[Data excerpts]

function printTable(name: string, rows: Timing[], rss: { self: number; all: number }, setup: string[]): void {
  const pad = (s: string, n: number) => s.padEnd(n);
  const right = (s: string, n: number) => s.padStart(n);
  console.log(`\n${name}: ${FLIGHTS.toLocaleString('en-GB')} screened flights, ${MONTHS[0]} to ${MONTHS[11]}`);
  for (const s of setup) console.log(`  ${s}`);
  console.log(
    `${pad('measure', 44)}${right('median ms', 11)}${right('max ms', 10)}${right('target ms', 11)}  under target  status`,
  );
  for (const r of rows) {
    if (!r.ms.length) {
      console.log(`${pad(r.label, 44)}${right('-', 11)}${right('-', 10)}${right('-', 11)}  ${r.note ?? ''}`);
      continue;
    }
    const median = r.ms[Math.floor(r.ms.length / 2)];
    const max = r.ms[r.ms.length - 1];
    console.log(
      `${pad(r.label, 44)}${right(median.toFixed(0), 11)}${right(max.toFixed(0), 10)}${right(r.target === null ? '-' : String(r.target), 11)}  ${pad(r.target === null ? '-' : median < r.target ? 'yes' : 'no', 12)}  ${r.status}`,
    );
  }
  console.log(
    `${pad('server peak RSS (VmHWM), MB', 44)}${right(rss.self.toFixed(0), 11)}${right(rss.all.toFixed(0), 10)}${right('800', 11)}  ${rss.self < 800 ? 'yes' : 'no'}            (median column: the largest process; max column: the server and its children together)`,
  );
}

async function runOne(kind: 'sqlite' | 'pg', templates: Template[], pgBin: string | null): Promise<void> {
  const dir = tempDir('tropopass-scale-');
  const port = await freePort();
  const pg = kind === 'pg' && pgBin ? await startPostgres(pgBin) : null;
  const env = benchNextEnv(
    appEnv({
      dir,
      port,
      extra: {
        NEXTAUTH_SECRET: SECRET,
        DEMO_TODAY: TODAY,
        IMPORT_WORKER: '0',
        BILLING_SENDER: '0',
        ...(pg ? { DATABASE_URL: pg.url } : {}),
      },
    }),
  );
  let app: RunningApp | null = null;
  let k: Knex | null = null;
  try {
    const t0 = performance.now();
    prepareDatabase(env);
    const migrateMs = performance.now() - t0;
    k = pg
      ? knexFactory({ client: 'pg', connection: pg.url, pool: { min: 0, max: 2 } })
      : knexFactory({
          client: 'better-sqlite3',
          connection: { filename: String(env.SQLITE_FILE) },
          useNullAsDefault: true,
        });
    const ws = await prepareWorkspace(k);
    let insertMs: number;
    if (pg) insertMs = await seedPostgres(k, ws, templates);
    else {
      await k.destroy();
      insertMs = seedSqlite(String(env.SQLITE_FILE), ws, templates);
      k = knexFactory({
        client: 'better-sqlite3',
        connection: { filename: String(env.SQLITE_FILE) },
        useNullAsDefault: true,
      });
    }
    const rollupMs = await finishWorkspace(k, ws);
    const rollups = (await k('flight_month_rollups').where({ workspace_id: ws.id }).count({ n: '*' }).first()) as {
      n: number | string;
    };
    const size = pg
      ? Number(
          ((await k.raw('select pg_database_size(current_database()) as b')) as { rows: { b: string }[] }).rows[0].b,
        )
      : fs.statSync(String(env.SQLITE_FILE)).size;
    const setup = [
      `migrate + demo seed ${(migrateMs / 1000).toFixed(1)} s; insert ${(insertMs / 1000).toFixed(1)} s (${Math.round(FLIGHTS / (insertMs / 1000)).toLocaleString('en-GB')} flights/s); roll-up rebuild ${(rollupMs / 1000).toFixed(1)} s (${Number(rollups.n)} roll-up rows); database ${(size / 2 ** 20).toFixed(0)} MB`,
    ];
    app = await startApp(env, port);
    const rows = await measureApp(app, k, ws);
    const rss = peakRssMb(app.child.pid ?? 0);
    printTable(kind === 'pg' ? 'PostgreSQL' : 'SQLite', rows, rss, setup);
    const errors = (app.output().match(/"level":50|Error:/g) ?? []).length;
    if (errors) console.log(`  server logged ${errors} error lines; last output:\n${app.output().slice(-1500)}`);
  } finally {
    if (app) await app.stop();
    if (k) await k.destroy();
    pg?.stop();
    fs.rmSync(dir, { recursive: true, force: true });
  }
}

* * *

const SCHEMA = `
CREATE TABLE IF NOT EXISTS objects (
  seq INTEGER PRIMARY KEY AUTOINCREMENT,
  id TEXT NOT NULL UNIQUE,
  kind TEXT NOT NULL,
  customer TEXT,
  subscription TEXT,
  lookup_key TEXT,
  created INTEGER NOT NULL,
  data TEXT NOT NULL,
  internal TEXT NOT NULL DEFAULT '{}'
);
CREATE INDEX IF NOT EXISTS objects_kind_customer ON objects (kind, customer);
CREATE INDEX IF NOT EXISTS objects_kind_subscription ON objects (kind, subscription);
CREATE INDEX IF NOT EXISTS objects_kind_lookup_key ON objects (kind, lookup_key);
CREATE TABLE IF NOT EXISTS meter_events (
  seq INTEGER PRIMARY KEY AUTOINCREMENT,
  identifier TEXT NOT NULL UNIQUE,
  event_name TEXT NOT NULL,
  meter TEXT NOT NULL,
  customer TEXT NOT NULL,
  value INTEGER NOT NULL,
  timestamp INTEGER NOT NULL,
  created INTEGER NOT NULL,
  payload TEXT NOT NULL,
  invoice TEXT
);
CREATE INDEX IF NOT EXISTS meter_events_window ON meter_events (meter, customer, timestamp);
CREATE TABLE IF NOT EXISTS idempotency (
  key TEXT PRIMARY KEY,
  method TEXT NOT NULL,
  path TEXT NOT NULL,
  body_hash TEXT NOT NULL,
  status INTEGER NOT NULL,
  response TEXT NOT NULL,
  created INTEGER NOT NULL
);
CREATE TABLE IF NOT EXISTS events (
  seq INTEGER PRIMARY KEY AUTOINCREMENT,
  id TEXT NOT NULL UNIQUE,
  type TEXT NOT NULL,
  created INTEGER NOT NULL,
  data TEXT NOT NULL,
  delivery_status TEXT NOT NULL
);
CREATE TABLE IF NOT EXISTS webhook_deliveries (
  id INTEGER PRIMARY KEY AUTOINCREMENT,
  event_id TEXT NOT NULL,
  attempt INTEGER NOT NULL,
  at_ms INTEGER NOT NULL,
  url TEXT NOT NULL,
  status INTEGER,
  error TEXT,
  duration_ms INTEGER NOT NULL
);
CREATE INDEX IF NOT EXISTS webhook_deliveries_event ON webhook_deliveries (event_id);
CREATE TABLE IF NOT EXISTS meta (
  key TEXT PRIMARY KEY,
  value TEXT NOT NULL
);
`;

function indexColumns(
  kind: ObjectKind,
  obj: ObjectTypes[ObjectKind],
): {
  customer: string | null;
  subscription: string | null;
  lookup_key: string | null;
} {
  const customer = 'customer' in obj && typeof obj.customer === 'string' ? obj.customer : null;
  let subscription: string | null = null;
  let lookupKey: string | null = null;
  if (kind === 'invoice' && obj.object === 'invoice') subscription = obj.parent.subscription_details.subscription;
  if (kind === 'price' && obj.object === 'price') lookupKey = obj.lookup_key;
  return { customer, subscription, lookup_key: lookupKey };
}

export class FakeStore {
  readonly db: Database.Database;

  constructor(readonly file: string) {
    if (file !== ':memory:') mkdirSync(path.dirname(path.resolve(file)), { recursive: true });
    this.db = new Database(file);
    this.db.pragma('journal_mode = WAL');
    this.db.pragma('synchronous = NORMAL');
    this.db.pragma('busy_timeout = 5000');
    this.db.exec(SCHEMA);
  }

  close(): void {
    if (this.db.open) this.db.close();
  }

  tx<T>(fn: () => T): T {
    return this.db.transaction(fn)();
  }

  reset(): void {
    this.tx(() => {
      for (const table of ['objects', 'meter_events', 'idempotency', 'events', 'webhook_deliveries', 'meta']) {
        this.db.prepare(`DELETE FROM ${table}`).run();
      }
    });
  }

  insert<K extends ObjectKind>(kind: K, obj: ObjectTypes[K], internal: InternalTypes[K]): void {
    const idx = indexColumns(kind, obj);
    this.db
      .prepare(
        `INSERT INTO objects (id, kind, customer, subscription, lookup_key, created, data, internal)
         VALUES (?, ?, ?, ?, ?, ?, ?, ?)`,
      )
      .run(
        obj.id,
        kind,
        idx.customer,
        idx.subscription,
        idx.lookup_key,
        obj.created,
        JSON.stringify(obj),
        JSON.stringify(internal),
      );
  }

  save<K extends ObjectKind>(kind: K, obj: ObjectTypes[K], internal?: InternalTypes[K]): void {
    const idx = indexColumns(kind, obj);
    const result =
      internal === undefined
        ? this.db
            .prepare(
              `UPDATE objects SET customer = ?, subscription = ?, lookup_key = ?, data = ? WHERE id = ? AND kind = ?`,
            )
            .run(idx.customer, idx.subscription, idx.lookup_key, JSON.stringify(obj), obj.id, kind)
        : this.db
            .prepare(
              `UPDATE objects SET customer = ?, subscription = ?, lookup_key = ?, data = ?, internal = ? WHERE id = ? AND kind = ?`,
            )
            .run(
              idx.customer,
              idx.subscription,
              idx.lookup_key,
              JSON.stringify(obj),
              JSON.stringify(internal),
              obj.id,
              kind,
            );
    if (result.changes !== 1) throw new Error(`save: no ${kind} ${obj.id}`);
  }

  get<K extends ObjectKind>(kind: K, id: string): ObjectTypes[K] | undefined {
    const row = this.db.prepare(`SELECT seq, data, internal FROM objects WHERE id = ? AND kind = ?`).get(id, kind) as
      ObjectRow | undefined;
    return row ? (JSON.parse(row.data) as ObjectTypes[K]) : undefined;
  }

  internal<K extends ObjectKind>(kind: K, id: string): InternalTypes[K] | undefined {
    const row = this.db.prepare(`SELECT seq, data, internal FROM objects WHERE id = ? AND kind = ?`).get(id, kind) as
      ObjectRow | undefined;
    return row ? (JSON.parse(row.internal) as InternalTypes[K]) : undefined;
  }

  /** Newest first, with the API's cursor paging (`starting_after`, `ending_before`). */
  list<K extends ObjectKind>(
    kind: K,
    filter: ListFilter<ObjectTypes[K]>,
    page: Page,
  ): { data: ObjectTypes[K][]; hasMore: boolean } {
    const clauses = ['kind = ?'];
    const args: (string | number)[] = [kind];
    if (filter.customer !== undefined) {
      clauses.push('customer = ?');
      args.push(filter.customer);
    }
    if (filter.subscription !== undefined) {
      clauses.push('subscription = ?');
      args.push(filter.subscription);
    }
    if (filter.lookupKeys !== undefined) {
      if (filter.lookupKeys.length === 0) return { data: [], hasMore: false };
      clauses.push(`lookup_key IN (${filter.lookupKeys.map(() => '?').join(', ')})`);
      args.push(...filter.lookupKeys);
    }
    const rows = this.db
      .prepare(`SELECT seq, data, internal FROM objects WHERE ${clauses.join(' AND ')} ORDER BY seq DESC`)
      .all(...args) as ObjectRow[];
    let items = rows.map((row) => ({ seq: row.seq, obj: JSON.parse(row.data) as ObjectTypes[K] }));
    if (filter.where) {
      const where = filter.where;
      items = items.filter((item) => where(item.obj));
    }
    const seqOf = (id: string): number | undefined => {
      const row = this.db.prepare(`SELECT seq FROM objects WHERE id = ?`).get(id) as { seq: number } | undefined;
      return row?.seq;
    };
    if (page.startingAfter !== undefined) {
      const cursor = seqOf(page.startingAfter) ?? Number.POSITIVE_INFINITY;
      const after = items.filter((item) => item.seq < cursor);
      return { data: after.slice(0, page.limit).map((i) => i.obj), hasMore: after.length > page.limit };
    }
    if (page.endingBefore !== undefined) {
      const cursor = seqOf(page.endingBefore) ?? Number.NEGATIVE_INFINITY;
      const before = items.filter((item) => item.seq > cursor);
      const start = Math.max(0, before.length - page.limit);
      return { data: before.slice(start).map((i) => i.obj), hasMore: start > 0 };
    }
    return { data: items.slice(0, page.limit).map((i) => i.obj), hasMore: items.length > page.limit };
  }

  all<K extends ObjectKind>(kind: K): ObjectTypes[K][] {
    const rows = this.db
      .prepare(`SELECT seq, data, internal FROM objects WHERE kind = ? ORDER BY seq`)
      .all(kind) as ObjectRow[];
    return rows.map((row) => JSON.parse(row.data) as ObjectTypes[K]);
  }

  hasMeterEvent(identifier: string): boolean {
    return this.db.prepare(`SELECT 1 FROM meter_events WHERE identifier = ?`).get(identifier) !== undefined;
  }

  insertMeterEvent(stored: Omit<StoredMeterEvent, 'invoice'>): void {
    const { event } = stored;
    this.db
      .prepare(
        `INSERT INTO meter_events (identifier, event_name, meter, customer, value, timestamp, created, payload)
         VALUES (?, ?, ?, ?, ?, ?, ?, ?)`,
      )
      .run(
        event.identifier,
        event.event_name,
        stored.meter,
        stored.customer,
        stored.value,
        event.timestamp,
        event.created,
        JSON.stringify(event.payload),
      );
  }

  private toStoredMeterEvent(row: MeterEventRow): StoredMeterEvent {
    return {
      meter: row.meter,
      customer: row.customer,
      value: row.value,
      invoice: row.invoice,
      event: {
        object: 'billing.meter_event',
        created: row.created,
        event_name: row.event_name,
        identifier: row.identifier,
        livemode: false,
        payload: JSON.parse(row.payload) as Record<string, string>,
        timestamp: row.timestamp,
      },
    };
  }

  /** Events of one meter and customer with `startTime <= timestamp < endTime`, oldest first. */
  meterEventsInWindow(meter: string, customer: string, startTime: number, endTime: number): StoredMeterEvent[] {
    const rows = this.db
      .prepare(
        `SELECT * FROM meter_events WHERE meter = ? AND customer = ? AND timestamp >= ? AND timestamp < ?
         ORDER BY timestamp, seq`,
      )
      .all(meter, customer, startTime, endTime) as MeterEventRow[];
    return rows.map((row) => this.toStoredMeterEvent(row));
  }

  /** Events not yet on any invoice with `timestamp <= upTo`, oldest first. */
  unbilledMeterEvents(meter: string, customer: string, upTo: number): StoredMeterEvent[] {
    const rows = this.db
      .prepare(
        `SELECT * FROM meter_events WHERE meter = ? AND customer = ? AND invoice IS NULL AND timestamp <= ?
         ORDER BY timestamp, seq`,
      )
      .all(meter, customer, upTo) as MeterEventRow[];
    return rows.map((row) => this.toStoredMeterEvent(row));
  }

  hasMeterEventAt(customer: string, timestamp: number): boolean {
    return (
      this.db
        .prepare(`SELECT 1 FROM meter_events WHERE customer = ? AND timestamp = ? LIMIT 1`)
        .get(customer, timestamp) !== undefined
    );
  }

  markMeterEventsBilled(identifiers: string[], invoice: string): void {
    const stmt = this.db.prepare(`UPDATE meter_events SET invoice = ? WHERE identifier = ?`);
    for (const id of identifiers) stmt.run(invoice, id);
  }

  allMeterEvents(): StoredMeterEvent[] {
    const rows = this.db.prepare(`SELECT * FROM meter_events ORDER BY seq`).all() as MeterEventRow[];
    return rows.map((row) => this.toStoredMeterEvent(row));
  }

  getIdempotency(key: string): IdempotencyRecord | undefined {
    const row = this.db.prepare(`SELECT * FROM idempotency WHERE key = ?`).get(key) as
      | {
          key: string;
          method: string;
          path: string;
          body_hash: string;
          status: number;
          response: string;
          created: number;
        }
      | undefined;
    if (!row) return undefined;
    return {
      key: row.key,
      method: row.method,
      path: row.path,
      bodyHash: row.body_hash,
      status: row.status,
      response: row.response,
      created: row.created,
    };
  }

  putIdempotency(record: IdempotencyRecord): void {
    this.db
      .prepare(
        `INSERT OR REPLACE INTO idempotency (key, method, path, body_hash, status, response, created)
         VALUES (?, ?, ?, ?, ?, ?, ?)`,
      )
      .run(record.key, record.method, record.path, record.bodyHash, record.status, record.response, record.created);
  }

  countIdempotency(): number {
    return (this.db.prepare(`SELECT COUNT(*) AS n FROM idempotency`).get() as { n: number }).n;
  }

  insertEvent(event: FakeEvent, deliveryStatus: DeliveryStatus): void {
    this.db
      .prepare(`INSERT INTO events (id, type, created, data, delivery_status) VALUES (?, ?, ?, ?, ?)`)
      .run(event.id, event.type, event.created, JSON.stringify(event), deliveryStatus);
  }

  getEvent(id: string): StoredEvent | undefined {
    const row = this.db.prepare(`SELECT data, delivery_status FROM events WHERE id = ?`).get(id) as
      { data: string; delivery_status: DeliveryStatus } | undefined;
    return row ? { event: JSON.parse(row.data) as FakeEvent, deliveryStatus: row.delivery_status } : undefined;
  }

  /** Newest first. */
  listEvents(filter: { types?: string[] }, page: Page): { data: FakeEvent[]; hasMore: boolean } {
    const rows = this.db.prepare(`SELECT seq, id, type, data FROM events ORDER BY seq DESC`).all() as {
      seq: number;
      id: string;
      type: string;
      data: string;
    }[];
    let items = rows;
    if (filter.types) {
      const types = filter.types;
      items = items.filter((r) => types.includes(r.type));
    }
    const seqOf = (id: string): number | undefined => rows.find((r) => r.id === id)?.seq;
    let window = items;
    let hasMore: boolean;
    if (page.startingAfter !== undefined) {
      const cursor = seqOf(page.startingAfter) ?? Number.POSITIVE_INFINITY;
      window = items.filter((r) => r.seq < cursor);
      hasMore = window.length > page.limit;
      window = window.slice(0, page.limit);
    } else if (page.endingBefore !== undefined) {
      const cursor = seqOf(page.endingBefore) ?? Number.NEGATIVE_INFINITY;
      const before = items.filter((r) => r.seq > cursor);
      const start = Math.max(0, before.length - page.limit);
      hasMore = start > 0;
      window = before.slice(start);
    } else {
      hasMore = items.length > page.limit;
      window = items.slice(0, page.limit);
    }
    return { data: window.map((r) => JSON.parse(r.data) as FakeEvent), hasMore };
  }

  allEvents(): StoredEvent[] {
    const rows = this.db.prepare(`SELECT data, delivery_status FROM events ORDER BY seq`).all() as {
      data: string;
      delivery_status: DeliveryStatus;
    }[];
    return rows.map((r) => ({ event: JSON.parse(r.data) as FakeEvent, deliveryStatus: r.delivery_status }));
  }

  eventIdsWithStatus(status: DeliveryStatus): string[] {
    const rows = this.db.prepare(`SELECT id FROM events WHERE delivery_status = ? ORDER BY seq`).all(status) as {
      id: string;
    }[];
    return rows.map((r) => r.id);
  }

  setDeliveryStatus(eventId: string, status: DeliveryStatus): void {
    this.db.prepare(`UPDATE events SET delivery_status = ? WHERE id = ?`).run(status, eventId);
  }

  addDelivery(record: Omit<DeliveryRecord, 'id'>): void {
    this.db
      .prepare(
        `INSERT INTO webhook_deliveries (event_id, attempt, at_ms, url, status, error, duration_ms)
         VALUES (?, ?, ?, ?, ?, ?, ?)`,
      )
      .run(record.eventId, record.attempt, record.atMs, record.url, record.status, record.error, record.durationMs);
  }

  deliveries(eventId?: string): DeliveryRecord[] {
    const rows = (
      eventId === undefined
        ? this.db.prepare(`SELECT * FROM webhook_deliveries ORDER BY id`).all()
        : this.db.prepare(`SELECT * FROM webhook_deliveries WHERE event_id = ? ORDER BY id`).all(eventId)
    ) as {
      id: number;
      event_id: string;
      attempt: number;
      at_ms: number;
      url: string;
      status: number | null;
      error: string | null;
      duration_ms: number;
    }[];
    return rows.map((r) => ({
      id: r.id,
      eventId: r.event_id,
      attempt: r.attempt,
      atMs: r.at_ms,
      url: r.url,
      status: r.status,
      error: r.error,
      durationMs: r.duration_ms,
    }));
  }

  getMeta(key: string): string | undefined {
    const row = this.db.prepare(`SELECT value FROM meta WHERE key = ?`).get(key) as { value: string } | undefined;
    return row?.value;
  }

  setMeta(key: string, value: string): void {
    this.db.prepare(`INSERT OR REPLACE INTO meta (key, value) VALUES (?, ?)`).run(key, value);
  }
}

◆ Exercise brief ◆
Look through the data above and return exactly the lines from the one that contains "number; all: number" to the one that contains "const right = (s: string, n: number)", inclusive, with nothing else.

◆ The completed task ◆
function printTable(name: string, rows: Timing[], rss: { self: number; all: number }, setup: string[]): void {
  const pad = (s: string, n: number) => s.padEnd(n);
  const right = (s: string, n: number) => s.padStart(n);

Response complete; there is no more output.